Content starts
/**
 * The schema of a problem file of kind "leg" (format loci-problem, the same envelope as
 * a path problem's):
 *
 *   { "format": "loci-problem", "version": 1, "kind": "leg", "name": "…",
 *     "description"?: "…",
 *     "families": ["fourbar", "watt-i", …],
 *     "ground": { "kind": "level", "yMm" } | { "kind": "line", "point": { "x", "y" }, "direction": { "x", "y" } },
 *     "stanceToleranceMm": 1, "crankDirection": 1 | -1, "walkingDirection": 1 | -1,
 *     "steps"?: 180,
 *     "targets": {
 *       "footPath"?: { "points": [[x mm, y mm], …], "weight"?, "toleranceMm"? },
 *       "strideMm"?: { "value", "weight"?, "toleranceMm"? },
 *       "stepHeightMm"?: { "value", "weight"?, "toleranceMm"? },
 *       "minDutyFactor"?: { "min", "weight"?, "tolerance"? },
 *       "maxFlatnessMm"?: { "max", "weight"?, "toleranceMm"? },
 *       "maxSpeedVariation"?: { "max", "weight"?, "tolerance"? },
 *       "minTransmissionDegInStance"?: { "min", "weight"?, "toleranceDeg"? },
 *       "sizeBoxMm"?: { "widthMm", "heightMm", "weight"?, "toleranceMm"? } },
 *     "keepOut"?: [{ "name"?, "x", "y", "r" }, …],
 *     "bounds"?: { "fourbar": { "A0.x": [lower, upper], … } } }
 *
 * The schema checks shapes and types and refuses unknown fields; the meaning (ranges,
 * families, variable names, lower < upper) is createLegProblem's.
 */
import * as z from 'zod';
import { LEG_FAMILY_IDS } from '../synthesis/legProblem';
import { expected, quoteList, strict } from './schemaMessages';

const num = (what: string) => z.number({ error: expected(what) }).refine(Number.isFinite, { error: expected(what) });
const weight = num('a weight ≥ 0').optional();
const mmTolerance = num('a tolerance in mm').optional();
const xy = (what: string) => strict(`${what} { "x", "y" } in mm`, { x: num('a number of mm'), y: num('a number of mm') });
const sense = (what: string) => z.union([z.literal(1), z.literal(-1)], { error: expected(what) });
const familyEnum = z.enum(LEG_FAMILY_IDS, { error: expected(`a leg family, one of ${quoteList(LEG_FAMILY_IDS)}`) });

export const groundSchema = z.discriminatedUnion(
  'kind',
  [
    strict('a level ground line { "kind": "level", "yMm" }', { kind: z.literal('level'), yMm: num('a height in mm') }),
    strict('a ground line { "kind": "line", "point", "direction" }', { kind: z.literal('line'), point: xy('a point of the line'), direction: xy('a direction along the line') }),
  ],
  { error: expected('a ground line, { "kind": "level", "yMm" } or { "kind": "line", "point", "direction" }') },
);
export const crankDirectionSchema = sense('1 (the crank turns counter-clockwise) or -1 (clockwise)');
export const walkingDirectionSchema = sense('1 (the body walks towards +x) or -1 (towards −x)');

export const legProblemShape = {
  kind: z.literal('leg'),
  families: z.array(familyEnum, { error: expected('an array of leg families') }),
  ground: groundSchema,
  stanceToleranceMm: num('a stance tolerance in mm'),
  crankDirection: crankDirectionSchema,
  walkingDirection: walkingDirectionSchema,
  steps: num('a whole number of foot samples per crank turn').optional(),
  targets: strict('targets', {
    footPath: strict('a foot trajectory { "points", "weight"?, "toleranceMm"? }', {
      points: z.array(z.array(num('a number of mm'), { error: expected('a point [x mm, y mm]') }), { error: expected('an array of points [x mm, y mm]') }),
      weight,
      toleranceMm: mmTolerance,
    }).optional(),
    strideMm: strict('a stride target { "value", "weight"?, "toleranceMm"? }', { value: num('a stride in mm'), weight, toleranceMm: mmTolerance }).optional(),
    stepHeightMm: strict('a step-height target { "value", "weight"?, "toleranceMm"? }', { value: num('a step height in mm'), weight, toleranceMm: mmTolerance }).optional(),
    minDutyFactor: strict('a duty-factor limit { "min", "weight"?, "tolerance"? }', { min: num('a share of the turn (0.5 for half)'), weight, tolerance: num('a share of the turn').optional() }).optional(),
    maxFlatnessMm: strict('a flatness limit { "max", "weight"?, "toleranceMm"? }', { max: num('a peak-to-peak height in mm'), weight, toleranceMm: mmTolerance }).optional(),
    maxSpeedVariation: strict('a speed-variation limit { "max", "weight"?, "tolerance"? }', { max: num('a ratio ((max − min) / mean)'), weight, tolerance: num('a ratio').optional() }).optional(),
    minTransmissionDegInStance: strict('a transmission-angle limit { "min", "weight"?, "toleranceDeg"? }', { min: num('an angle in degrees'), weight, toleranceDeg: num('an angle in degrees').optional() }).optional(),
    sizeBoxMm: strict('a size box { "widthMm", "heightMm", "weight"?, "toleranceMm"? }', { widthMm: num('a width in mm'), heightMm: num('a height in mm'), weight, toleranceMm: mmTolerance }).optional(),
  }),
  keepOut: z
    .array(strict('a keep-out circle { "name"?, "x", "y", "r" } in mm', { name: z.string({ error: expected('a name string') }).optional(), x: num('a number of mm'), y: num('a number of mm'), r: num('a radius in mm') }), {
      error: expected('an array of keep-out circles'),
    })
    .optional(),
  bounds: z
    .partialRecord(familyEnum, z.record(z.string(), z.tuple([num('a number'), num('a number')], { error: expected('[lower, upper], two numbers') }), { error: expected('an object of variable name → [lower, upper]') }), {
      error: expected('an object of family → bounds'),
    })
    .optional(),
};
Content ends
**The problem**
From the records above, give again exactly the lines running from the line with "[lower, upper], …" to the line with "const sense = (what: string)", inclusive.

**Task answer**
 *     "bounds"?: { "fourbar": { "A0.x": [lower, upper], … } } }
 *
 * The schema checks shapes and types and refuses unknown fields; the meaning (ranges,
 * families, variable names, lower < upper) is createLegProblem's.
 */
import * as z from 'zod';
import { LEG_FAMILY_IDS } from '../synthesis/legProblem';
import { expected, quoteList, strict } from './schemaMessages';

const num = (what: string) => z.number({ error: expected(what) }).refine(Number.isFinite, { error: expected(what) });
const weight = num('a weight ≥ 0').optional();
const mmTolerance = num('a tolerance in mm').optional();
const xy = (what: string) => strict(`${what} { "x", "y" } in mm`, { x: num('a number of mm'), y: num('a number of mm') });
const sense = (what: string) => z.union([z.literal(1), z.literal(-1)], { error: expected(what) });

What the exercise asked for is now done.